Over in England, the indispensable March Family began to write a very nice song about the American First Amendment. They wrote the song, recorded it, and put it on YouTube very quickly—but not quickly enough to get ahead of ABC’s cowardly decision to reverse their own cowardice, and to get our friend Jimmy Kimmel back on the air as of tonight. 

The “indefinite suspension” ultimately lasted less than one week. 

Walks Like Cosplay Fascism, Talks Like Cosplay Fascism

I have no quarrel with those who, beginning on September 17, have been wailing, gnashing their teeth, and rending their garments about the death of freedom in the United States. But my instincts told me that the public was not going to react well to Vance and Miller goosestepping all over Washington, and that insight seems to have been correct. 

Why?
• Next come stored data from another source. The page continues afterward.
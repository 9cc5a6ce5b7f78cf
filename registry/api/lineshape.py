"""Line-shape analysis: simulate an exchange-broadened spectrum; fit rates to spectra and store them.

Quantities are given as chemists write them — texts with or without a unit (``'3.10,2.95'`` ppm,
``'-60,60 Hz'``, ``'1.2 kHz'``, ``'-20 °C'``) or plain numbers in the default unit — and read
through the one unit layer. Errors name the argument (``sites``, ``width`` …) and the text.
numpy, scipy and matplotlib load when a function is called, not when this module is imported.
"""

from __future__ import annotations

from collections.abc import Sequence
from dataclasses import replace
from pathlib import Path
from typing import TYPE_CHECKING

from registry.api.records import add_rate_points
from registry.errors import NotFoundError, UsageError
from registry.storage.database import Database

if TYPE_CHECKING:
    from registry.lineshape.inputs import Quantity, QuantityList
    from registry.lineshape.results import LineShapeAnalysis, SimulatedSpectrum
    from registry.lineshape.spectrum import Spectrum

#: fewer points than this cannot show an exchange-broadened line
MIN_POINTS = 16


def simulate_lineshape(
    sites: QuantityList,
    k: Quantity,
    *,
    out: str | Path | None = None,
    populations: QuantityList | None = None,
    scheme: str = "mutual",
    width: Quantity = "1 Hz",
    field: Quantity | None = None,
    points: int = 16384,
    window: QuantityList | None = None,
    noise: float = 0.0,
    seed: int = 0,
    temperature: Quantity | None = None,
    coupling: Quantity | None = None,
    reference: Quantity | None = None,
) -> SimulatedSpectrum:
    """The unit-area spectrum of exchanging sites; written as CSV to ``out`` when given.

    ``sites`` are shifts (ppm unless written in Hz; ppm needs ``field``, the spectrometer
    frequency in MHz); ``k`` the rate constant for leaving site 1 (s⁻¹ unless written);
    ``width`` the intrinsic FWHM (Hz unless written); ``window`` 'lo,hi' in the sites' unit
    (default: the sites with a margin); ``noise`` Gaussian noise as a fraction of the tallest
    point, drawn from ``seed``; ``temperature`` is only noted in the file. ``coupling`` (J, Hz
    unless written) makes the two sites a coupled AB pair in mutual exchange; ``reference``
    (the sites' unit) adds a non-exchanging singlet of the intrinsic width and half the area of
    the sites there. The record holds the points too (``x`` in the sites' unit, ``intensity``).
    """
    from registry.lineshape import inputs, workflow

    if isinstance(points, bool) or not isinstance(points, int) or points < MIN_POINTS:
        raise UsageError(f"points must be a whole number ≥ {MIN_POINTS}, not {points!r}")
    if not noise >= 0:
        raise UsageError(f"noise must be ≥ 0 (a fraction of the tallest point), not {noise!r}")
    mhz = inputs.read_field(field)
    model, unit = inputs.read_sites(sites, populations, scheme, mhz)
    j_hz = inputs.read_coupling(coupling)
    if j_hz is not None:
        model = inputs.coupled_model(model, j_hz, populations is not None)
    k_per_s = inputs.read_positive(k, "rate", "k", "1/s")
    width_hz = inputs.read_positive(width, "shift", "width", "Hz")
    window_hz = None if window is None else inputs.read_window(window, "window", unit, mhz)
    t = None if temperature is None else inputs.read_temperature(temperature)
    ref_hz = None if reference is None else _reference_position(reference, unit, mhz)
    return workflow.simulate(
        model, k_per_s, width_hz, x_unit=unit, mhz=mhz, points=points, window_hz=window_hz,
        noise=float(noise), seed=int(seed), temperature=t, out=out, reference_hz=ref_hz,
    )  # fmt: skip


def _reference_position(value: Quantity, unit: str, mhz: float | None) -> float:
    from registry.lineshape import inputs

    """One position: a text as written (ppm unless it says Hz), a bare number in the sites' unit."""
    text = value if isinstance(value, str) else f"{value} {unit}"
    values, vunit = inputs.read_shifts(text, "reference")
    if len(values) != 1:
        raise UsageError("reference: give one position, e.g. '0.00' (ppm) or '-250 Hz'")
    return inputs.shifts_in_hz(values, vunit, mhz, "reference")[0]


def fit_lineshapes(
    files: Sequence[str | Path | Spectrum],
    sites: QuantityList,
    *,
    populations: QuantityList | None = None,
    scheme: str = "mutual",
    temps: QuantityList | None = None,
    field: Quantity | None = None,
    x_unit: str | None = None,
    width: Quantity = "1 Hz",
    fix_width: bool = False,
    region: QuantityList | None = None,
    global_fit: bool = False,
    plots_dir: str | Path | None = None,
    database: Database | None = None,
    measurement_id: int | None = None,
    actor: str | None = None,
    solvent_bp: Quantity | None = None,
    shifts_mode: str = "auto",
    populations_mode: str = "auto",
    reference: QuantityList | None = None,
    tie_width: bool = False,
    coupling: Quantity | None = None,
    fit_coupling: bool = False,
    store_doubtful: bool = False,
    plot_format: str = "png",
    plot_style: str = "screen",
    plot_size: str | tuple[float, float] | None = None,
    plot_dpi: int | None = None,
    plot_zoom: bool = True,
) -> LineShapeAnalysis:
    """Fit the exchange rate k to each spectrum (one per temperature) and analyse the rates.

    ``files`` are CSV or JCAMP-DX files (or :class:`~registry.lineshape.spectrum.Spectrum`
    records). ``temps`` gives their temperatures in order (K unless written), over what the
    files say; ``field`` the spectrometer frequency when the files do not; ``x_unit`` (ppm or
    Hz) the unit of a CSV shift column whose header does not name it. ``width`` is the
    intrinsic FWHM to start from, or to hold with ``fix_width`` (near the slow- and
    fast-exchange limits). ``region`` fits only the window 'lo,hi' (sites' unit).
    ``global_fit`` also fits ΔH‡ and ΔS‡ to all spectra at once; ``plots_dir`` gets a PNG per
    spectrum and ``eyring.png``. With ``database`` and ``measurement_id`` the per-temperature
    rates are added to that measurement as rate points (one transaction, in its history).
    ``solvent_bp`` (K unless written) sharpens the safety cautions. The plots are
    ``plot_format`` (png, svg, pdf) in the one figure style (``plot_style`` screen or print,
    ``plot_size``, ``plot_dpi``: see :func:`registry.reports.style.figure_style`), zoomed to
    the exchanging lines unless ``plot_zoom`` is False.

    Two sites may drift with temperature. ``shifts_mode`` (Δν; the centre is always fitted) and
    ``populations_mode`` are each ``'auto'`` (fitted in each spectrum that determines them, tied
    elsewhere to the series' linear drift / van 't Hoff line), ``'fit'``, ``'hold'`` (as given)
    or ``'tie'`` (every spectrum on the series' function). ``reference`` is a window 'lo,hi'
    (sites' unit) holding a non-exchanging line in every spectrum: its width, with its error,
    is the intrinsic width of that spectrum (``tie_width``: one weighted mean for the series).
    ``coupling`` (J, Hz unless written) makes the two sites a coupled AB pair in mutual
    exchange, J held or, with ``fit_coupling``, fitted. Fits whose rate is doubtful (a
    parameter at a bound, k–width correlation, residuals not noise-like; see each fit's
    ``problems``) are not stored unless ``store_doubtful``.
    """
    # long: the docstring names every argument; the body reads them and calls the workflow
    from registry.reports.style import figure_style

    look = figure_style(plot_style, size=plot_size, dpi=plot_dpi)
    if plot_format not in ("png", "svg", "pdf"):
        raise UsageError(f"plot_format {plot_format!r}: use png, svg or pdf")
    from registry.lineshape import inputs, workflow
    from registry.lineshape.series import SiteOptions

    single = isinstance(files, (str, Path)) or not hasattr(files, "__iter__")
    sources = [] if single else list(files)
    if not sources:
        raise UsageError("files: give a list of one or more spectra")
    if measurement_id is not None and database is None:
        raise UsageError("measurement_id: storing rate points needs the registry (database)")
    mhz_given = inputs.read_field(field)
    temperatures = None if temps is None else inputs.read_temperatures(temps, len(sources))
    spectra = workflow.load_spectra(sources, temperatures, inputs.read_x_unit(x_unit), mhz_given)
    mhz = workflow.common_mhz(spectra, mhz_given)
    model, unit = inputs.read_sites(sites, populations, scheme, mhz)
    model = _coupled(model, coupling, fit_coupling, populations is not None)
    window_hz = None if region is None else inputs.read_window(region, "region", unit, mhz)
    reference_hz = (
        None if reference is None else inputs.read_window(reference, "reference", unit, mhz)
    )
    options = SiteOptions(
        shifts=shifts_mode, populations=populations_mode,
        width_hz=inputs.read_positive(width, "shift", "width", "Hz"), fix_width=fix_width,
        reference_hz=reference_hz, tie_width=tie_width, fit_coupling=fit_coupling,
    )  # fmt: skip
    bp_k = None
    if solvent_bp is not None:
        bp_k = inputs.read_positive(solvent_bp, "temperature", "solvent_bp", "K")
    if global_fit or measurement_id is not None:
        workflow.require_temperatures(spectra)
    if measurement_id is not None:
        _require_measurement(database, measurement_id)  # before the fits: fail early
    result = workflow.analyse(
        spectra, model, mhz, options=options, window_hz=window_hz, global_fit=global_fit,
        plots_dir=plots_dir, solvent_bp_k=bp_k, store_doubtful=store_doubtful,
        plot_style=look, plot_format=plot_format, plot_zoom=plot_zoom,
    )  # fmt: skip
    if measurement_id is None:
        return result
    assert database is not None
    stored = add_rate_points(database, measurement_id, result.rate_points, actor=actor)
    return replace(result, stored_rate_points=stored, measurement_id=measurement_id)


def _coupled(model, coupling: Quantity | None, fit_coupling: bool, pops_given: bool):  # type: ignore[no-untyped-def]
    """The two sites as a coupled AB pair when a coupling is given."""
    from registry.lineshape import inputs

    j_hz = inputs.read_coupling(coupling)
    if j_hz is not None:
        return inputs.coupled_model(model, j_hz, pops_given)
    if fit_coupling:
        raise UsageError("fit_coupling: give the coupling J to start from (coupling)")
    return model


def _require_measurement(database: Database | None, measurement_id: int) -> None:
    from registry.record.ids import as_id

    assert database is not None
    measurement_id = as_id(measurement_id)
    with database.read() as conn:
        found = conn.scalar("SELECT id FROM measurement WHERE id = :id", {"id": measurement_id})
    if found is None:
        raise NotFoundError(f"no measurement with id {measurement_id}")


def value_with_error_text(value: float, error: float | None, unit: str) -> str:
    """``'123.5 ± 4.6 s-1'``: the error to two significant figures and the value to match
    (how stored rate texts are written; they read back to the same numbers)."""
    from registry.lineshape.store_link import value_with_error_text as text

    return text(value, error, unit)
Well, I have to begin by admitting that recent events have tended to confirm H.L. Mencken’s claim that no one ever went broke underestimating the intelligence of the American people. “Don’t know much about history/Don’t know much geography/Don’t know much about a science book/Don’t know much about the French I took.”

And yet … shockingly ill-informed as so many of us are, we do seem to have the sense to realize that government censorship is not a good thing. 

And so, as of this writing, midday, Tuesday, September 23, Trump and Vance and Miller don’t look like Nazis. Instead, they look like clownish, comic, cosplay Nazis as they strut about on the national stage. 

Right now, it looks as if the great plan to use the Kirk assassination as a pretext to destroy freedom has backfired. Bigly. 

But the Fat Lady Hasn’t Yet Delivered Her Aria

I think the cosplay Fascists have two alternatives. 

Here’s the first one: when your evil plot comes crashing down, what you should do is minimize your losses, change the subject, and then go on a retreat to see whether you can find a more intelligent way to work your evil plan and to establish authoritarianism in the United States. 

Here’s the other alternative: when your evil plot comes crashing down, respond by lashing out blindly in all directions, form a circular firing squad, and do everything you can to make yourselves look even more idiotic. 

Wanna bet on which choice they make?

As Kimmel Plans to Return Tomorrow, Some Evening Thoughts from Walt Disney

“I believe that this spiritual and intellectual freedom which we Americans enjoy is our greatest cultural blessing. Therefore, it seems to me, that the first duty of culture is to defend freedom and resist all tyranny.”

And one more thought-provoking quotation from Disney:

“In America, we are guaranteed these freedoms. It is the constitutional privilege of every American to become cultured or to grow up like Donald Duck.”